Records from a collection:
++++++++++++++++++++
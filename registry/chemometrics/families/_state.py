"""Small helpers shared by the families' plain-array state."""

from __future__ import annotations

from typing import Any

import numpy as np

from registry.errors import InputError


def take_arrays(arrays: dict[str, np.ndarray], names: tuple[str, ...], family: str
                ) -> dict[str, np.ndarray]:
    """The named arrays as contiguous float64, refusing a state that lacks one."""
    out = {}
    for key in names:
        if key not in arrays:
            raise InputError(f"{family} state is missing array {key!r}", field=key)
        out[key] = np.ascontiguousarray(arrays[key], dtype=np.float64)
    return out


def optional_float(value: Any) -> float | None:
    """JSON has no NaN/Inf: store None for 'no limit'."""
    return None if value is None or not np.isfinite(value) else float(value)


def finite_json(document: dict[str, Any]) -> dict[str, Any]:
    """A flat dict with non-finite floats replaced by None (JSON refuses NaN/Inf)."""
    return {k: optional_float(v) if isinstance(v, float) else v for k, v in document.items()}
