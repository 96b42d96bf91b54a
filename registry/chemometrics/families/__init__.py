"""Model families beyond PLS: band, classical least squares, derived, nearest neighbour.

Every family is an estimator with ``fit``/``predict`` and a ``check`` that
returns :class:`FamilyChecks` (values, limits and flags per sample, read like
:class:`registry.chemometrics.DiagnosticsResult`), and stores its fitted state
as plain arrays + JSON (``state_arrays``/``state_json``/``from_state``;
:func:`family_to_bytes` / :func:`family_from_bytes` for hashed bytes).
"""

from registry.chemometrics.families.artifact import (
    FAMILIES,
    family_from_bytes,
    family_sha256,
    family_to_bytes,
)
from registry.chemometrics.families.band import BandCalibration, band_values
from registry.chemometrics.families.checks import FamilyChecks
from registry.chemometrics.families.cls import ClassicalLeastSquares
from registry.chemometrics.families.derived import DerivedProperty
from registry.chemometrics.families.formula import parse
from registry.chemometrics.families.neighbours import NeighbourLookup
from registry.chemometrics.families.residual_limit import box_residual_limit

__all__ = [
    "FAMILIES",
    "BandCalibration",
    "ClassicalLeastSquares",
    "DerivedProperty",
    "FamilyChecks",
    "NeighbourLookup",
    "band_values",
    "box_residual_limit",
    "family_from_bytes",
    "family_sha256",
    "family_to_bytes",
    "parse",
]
++++++++++++++++++++
• _Work order_: Each line in the data that holds the string "ClassicalLeastSquares" needs to be copied.

• _Exercise response_:
from registry.chemometrics.families.cls import ClassicalLeastSquares
    "ClassicalLeastSquares",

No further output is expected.